**Data for analysis**:
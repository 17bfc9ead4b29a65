package model

import (
	"fmt"
	"slices"
	"strconv"
	"strings"

	"kern/checker/action"
	"kern/lang"
)

// The standards of actions that cases are combined by.
const (
	actionsStandard = "EN 1990:2002"
	basicStandard   = "ASCE/SEI 7-22"
)

// ActionsStandards lists the standards that load cases are combined by.
func ActionsStandards() []string { return []string{actionsStandard, basicStandard} }

// Combining is how the basis wants cases combined.
type Combining struct {
	Values        action.Values // of the annex that is named, overrides left out
	Independent   bool          // every permanent case by itself, not all together
	RoofsTogether bool          // category H acts with snow and wind
	QuasiLeading  bool          // psi_2 of the leading action in accidental situations
}

// actions reads the standard of actions with its annex and its equation.
func (b *builder) actions(r *reader) bool {
	basis := &b.env.Basis
	e := r.peek()
	name, ok := r.text("the standard of actions")
	if !ok {
		return false
	}
	if name == basicStandard {
		return b.basic(r, e)
	}
	if name != actionsStandard {
		p := lang.Problem{Rule: "unknown-standard", Span: e.Span, Message: "'" + name + "' is no standard of actions that kern combines to: \"" + strings.Join(ActionsStandards(), "\", \"") + "\""}
		offers := Closest(name, ActionsStandards(), 1)
		if len(offers) == 0 {
			offers = ActionsStandards()
		}
		for _, n := range offers {
			p.Fixes = append(p.Fixes, lang.Replace("Write "+n, false, e.Span, `"`+n+`"`))
		}
		r.problem(p)
		b.env.refuse("the standard of actions is not known")
		return false
	}
	basis.Actions, basis.Equation = name, action.Equation610
	return b.actionsAnnex(r) && b.equation(r)
}

// basic reads by which method ASCE/SEI 7 combines: "by LRFD". at is the standard's
// name.
func (b *builder) basic(r *reader, at *lang.Expr) bool {
	basis := &b.env.Basis
	if !b.methodOf(r, basicStandard, action.Methods(), at) {
		b.env.refuse("the standard of actions has an error")
		return false
	}
	w, ok := r.wordOf("the method", action.Methods()...)
	if !ok {
		b.env.refuse("the standard of actions has an error")
		return false
	}
	basis.Actions, basis.Equation, basis.ActionsAt = basicStandard, w, r.place(at.Span)
	return true
}

// methods holds the method that loads are combined by against the one that
// strengths are found by: to check one with the other is never right.
func (b *builder) methods() {
	basis := &b.env.Basis
	if basis.Actions != basicStandard || basis.Standard == "" || basis.ActionsAt.Decl == nil {
		return
	}
	problem := func(format string, args ...any) {
		b.report(lang.Diagnostic{Decl: basis.ActionsAt.Decl, Problem: lang.Problem{Rule: "methods-differ", Span: basis.ActionsAt.Span, Message: fmt.Sprintf(format, args...),
			Related: []lang.Related{{Place: basis.StandardAt, Message: "the design standard"}}}})
		b.env.refuse("loads are combined by another method than strengths are found by")
	}
	switch {
	case basis.Method != "" && basis.Method != basis.Equation:
		problem("loads are combined by %s and strengths are found by %s: both take the same method", basis.Equation, basis.Method)
	case basis.Method == "" && basis.Equation == string(action.ASD) && strings.HasPrefix(basis.Standard, "EN "):
		problem("%s has resistances with partial factors; loads for allowable stress design (ASD) are not what they are checked with", basis.Standard)
	}
}

func (b *builder) actionsAnnex(r *reader) bool {
	if _, ok := r.word("annex"); !ok {
		return true
	}
	e := r.peek()
	annex, ok := r.text("the annex")
	if !ok {
		return false
	}
	values, ok := action.AnnexOf(annex)
	if !ok {
		p := lang.Problem{Rule: "unknown-annex", Span: e.Span, Message: fmt.Sprintf("the annex '%s' to %s is not known; known is %s. Other national values are given one by one: "+
			"gamma_G_sup = 1.2 because \"…\", and for a case psi_0 0.6, psi_1 0.2 because \"…\"", annex, actionsStandard, lang.OrList(action.Annexes()))}
		for _, n := range Closest(annex, action.Annexes(), 1) {
			p.Fixes = append(p.Fixes, lang.Replace("Write "+n, false, e.Span, `"`+n+`"`))
		}
		r.problem(p)
		b.env.refuse("the annex to the standard of actions is not known")
		return false
	}
	b.env.Basis.Combining.Values = values
	return true
}

func (b *builder) equation(r *reader) bool {
	if _, ok := r.word("eq"); !ok {
		return true
	}
	e := r.peek()
	eq, ok := r.text("the equation")
	if !ok {
		return false
	}
	if slices.Contains(action.Equations(), eq) {
		b.env.Basis.Equation = eq
		return true
	}
	p := lang.Problem{Rule: "unknown-standard", Span: e.Span, Message: "equation '" + eq + "' is not known; known is " + lang.OrList(action.Equations()) + ". Other combinations are written out: combination NAME = 1.1 G + 0.5 W"}
	if eq == "6.10a" || eq == "6.10b" {
		p.Message = "(" + eq + ") holds only together with the other of the two: " + action.Equation610ab
		p.Fixes = append(p.Fixes, lang.Replace("Write "+action.Equation610ab, false, e.Span, `"`+action.Equation610ab+`"`))
	}
	r.problem(p)
	b.env.refuse("the equation of the combinations is not known")
	return false
}

// combining reads a setting of the combinations.
func (b *builder) combining(r *reader) {
	c := &b.env.Basis.Combining
	switch r.stmt.Word {
	case "permanent":
		if _, ok := r.wordOf("what to set", "cases"); ok {
			w, _ := r.wordOf("how permanent cases are combined", "together", "independent")
			c.Independent = w == "independent"
		}
	case "roofs":
		w, _ := r.wordOf("how imposed loads on roofs are combined", "alone", "together")
		c.RoofsTogether = w == "together"
	case "accidental":
		w, _ := r.wordOf("the value of the leading variable action", "psi_1", "psi_2")
		c.QuasiLeading = w == "psi_2"
	}
}

// exclusive reads the groups of cases of which one acts at a time.
func (b *builder) exclusive() {
	env := b.env
	for _, d := range b.of("exclusive") {
		r := b.reader(d)
		group, ok := b.group(r)
		if !ok {
			// with more together than was meant, or less, a verdict would be about
			// something else
			env.refuse("an 'exclusive' statement has an error")
			continue
		}
		env.Exclusive = append(env.Exclusive, group)
	}
}

// group reads the names of cases, with commas between them.
func (b *builder) group(r *reader) ([]int, bool) {
	var group []int
	for {
		e := r.take()
		if e == nil || e.Kind != lang.NameExpr {
			span := r.stmt.Line
			if e != nil {
				span = e.Span
			}
			r.fail("wrong-form", span, "cases that exclude each other stand with commas between them: exclusive W1, W2")
			return nil, false
		}
		n := b.env.Names[e.Text]
		switch {
		case n == nil:
			r.problem(*b.env.unknownName(e, "load case", []NameKind{CaseName}))
			return nil, false
		case n.Kind != CaseName:
			r.problem(lang.Problem{Rule: "wrong-kind", Span: e.Span, Message: fmt.Sprintf("'%s' is %s, not a load case", e.Text, n.Kind),
				Related: []lang.Related{{Place: n.Place, Message: "given here"}}})
			return nil, false
		case n.Index < 0 || n.Twice:
			r.failed = true // reported where it lies
			return nil, false
		case slices.Contains(group, n.Index):
			r.fail("wrong-form", e.Span, "'%s' stands twice in the group", e.Text)
			return nil, false
		case b.env.Cases[n.Index].Kind == action.Permanent && !b.env.Cases[n.Index].Bad:
			r.problem(lang.Problem{Rule: "wrong-kind", Span: e.Span, Message: "'" + e.Text + "' is permanent: it acts always, and excludes nothing",
				Related: []lang.Related{{Place: n.Place, Message: "given here"}}})
			return nil, false
		}
		group = append(group, n.Index)
		c := r.peek()
		if c == nil || c.Kind != lang.CommaExpr && c.Kind != lang.NameExpr {
			break
		}
		if c.Kind == lang.NameExpr {
			fix := lang.Replace("Put a comma between them", false, lang.Span{Start: e.Span.End, End: e.Span.End}, ",")
			if c.Is("and") {
				fix = lang.Replace("Put a comma between them", false, lang.Span{Start: e.Span.End, End: c.Span.End}, ",")
			}
			r.problem(lang.Problem{Rule: "wrong-form", Span: c.Span, Message: "cases that exclude each other stand with commas between them: exclusive W1, W2", Fixes: []lang.Fix{fix}})
			return nil, false
		}
		r.take()
	}
	if !r.end() {
		return nil, false
	}
	if len(group) < 2 {
		r.fail("wrong-form", r.stmt.Line, "it takes two cases at least to exclude each other: exclusive W1, W2")
		return nil, false
	}
	return group, true
}

// rules are how the cases at some indices of the Env are combined.
func (env *Env) rules(at []int) action.Rules {
	c := env.Basis.Combining
	r := action.Rules{Values: c.Values, Equation: env.Basis.Equation, Independent: c.Independent, QuasiLeading: c.QuasiLeading, RoofsTogether: c.RoofsTogether}
	for name, to := range map[string]*float64{"gamma_G_sup": &r.GSup, "gamma_G_inf": &r.GInf, "gamma_Q": &r.Q, "xi": &r.Xi} {
		if o, ok := env.Basis.Overrides[name]; ok {
			*to = o.Value
		}
	}
	for _, group := range env.Exclusive {
		var among []int
		for _, i := range group {
			if k := slices.Index(at, i); k >= 0 {
				among = append(among, k)
			}
		}
		r.Exclusive = append(r.Exclusive, among)
	}
	return r
}

// assume lists what the combinations of a standard of actions rest on.
func (env *Env) assume(r action.Rules) {
	say := func(format string, args ...any) { env.Assumed = append(env.Assumed, fmt.Sprintf(format, args...)) }
	number := func(x float64) string { return strconv.FormatFloat(x, 'f', -1, 64) }
	stated := func(name string, x float64) string {
		if o, ok := env.Basis.Overrides[name]; ok {
			return name + " = " + number(x) + " (because \"" + o.Because + "\")"
		}
		return name + " = " + number(x)
	}
	factors := []string{stated("gamma_G_sup", r.GSup), stated("gamma_G_inf", r.GInf), stated("gamma_Q", r.Q)}
	if _, ok := env.Basis.Overrides["xi"]; ok || r.Equation == action.Equation610ab {
		factors = append(factors, stated("xi", r.Xi))
	}
	say("actions by %s (%s), annex %s: %s", actionsStandard, r.Equation, r.Annex, strings.Join(factors, ", "))
	var psi []string
	roof, climate, accident, quake, permanent := false, false, false, false, 0
	for _, c := range env.Cases {
		if c.Bad {
			continue
		}
		if p, ok := r.Psi(c.Case); ok {
			text := c.Name + " " + p.String()
			if c.Because != "" {
				text += " (because \"" + c.Because + "\")"
			}
			psi = append(psi, text)
		}
		switch {
		case c.Kind == action.Permanent:
			permanent++
		case c.Kind == action.Imposed && c.Category == "H":
			roof = true
		case c.Kind == action.Snow || c.Kind == action.Wind:
			climate = true
		case c.Kind == action.Accident:
			accident = true
		case c.Kind == action.Earthquake:
			quake = true
		}
	}
	if len(psi) > 0 {
		say("psi_0, psi_1, psi_2: %s", strings.Join(psi, "; "))
	}
	if r.Annex != action.Recommended.Annex {
		say("annex %s: %s; all else as recommended", r.Annex, sourced(action.NationalsOf(r.Annex)))
	}
	switch {
	case permanent > 1 && r.Independent:
		say("permanent cases independent, each with its upper or its lower factor")
	case permanent > 1:
		say("permanent cases together, all with the upper or all with the lower factor (Table A1.2(B), note 3)")
	}
	switch {
	case roof && climate && r.RoofsTogether:
		say("imposed loads on roofs act together with snow and wind")
	case roof && climate:
		say("imposed loads on roofs (category H) not together with snow or wind (EN 1991-1-1 3.3.2(1))")
	}
	if accident {
		leading := "psi_1"
		if r.QuasiLeading {
			leading = "psi_2"
		}
		say("accidental situations: the leading variable action with %s (6.11b)", leading)
	}
	if quake {
		say("seismic cases are design values and act to either side (6.12b); the rules of EN 1998 for ductility and detailing are not checked")
	}
	env.assumeExclusive()
}

// assumeBasic lists what the combinations of ASCE/SEI 7 rest on.
func (env *Env) assumeBasic(r action.BasicRules) {
	say := func(format string, args ...any) { env.Assumed = append(env.Assumed, fmt.Sprintf(format, args...)) }
	where := "2.3.1 and 2.3.6"
	if r.Method == action.ASD {
		where = "2.4.1 and 2.4.5"
	}
	say("actions by %s, basic combinations for %s (%s); snow and wind are its strength-level loads", basicStandard, r.Method, where)
	live, quake := false, false
	for _, c := range env.Cases {
		live = live || c.Kind == action.Imposed && !c.Bad
		quake = quake || c.Kind == action.Earthquake && !c.Bad
	}
	if live && r.Method == action.LRFD {
		if o, ok := env.Basis.Overrides["companion_live"]; ok {
			say("live loads beside others with %s in (3), (4) and (6), because \"%s\"", strconv.FormatFloat(r.Companion, 'f', -1, 64), o.Because)
		} else {
			say("live loads beside others in full in (3), (4) and (6): companion_live = 0.5 where 2.3.1 exception 1 allows it")
		}
	}
	if quake {
		say("seismic cases are the whole effect E, the vertical one in it, and act to either side; the detailing that they ask for is not checked")
	}
	env.assumeExclusive()
}

// sourced writes national values, those of one source together.
func sourced(rows []action.National) string {
	var sources []string
	values := map[string][]string{}
	for _, n := range rows {
		if values[n.Source] == nil {
			sources = append(sources, n.Source)
		}
		values[n.Source] = append(values[n.Source], n.What+" "+n.Value)
	}
	for i, s := range sources {
		sources[i] = strings.Join(values[s], ", ") + " (" + s + ")"
	}
	return strings.Join(sources, "; ")
}

// assumeExclusive lists the groups of which one acts at a time.
func (env *Env) assumeExclusive() {
	for _, group := range env.Exclusive {
		var names []string
		for _, i := range group {
			names = append(names, env.Cases[i].Name)
		}
		env.Assumed = append(env.Assumed, "of "+strings.Join(names, ", ")+" one acts at a time")
	}
}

**How to complete this task**: In the entries above, find each line containing the string "OrList" and copy it.

**Problem solution**:
			"gamma_G_sup = 1.2 because \"…\", and for a case psi_0 0.6, psi_1 0.2 because \"…\"", annex, actionsStandard, lang.OrList(action.Annexes()))}
	p := lang.Problem{Rule: "unknown-standard", Span: e.Span, Message: "equation '" + eq + "' is not known; known is " + lang.OrList(action.Equations()) + ". Other combinations are written out: combination NAME = 1.1 G + 0.5 W"}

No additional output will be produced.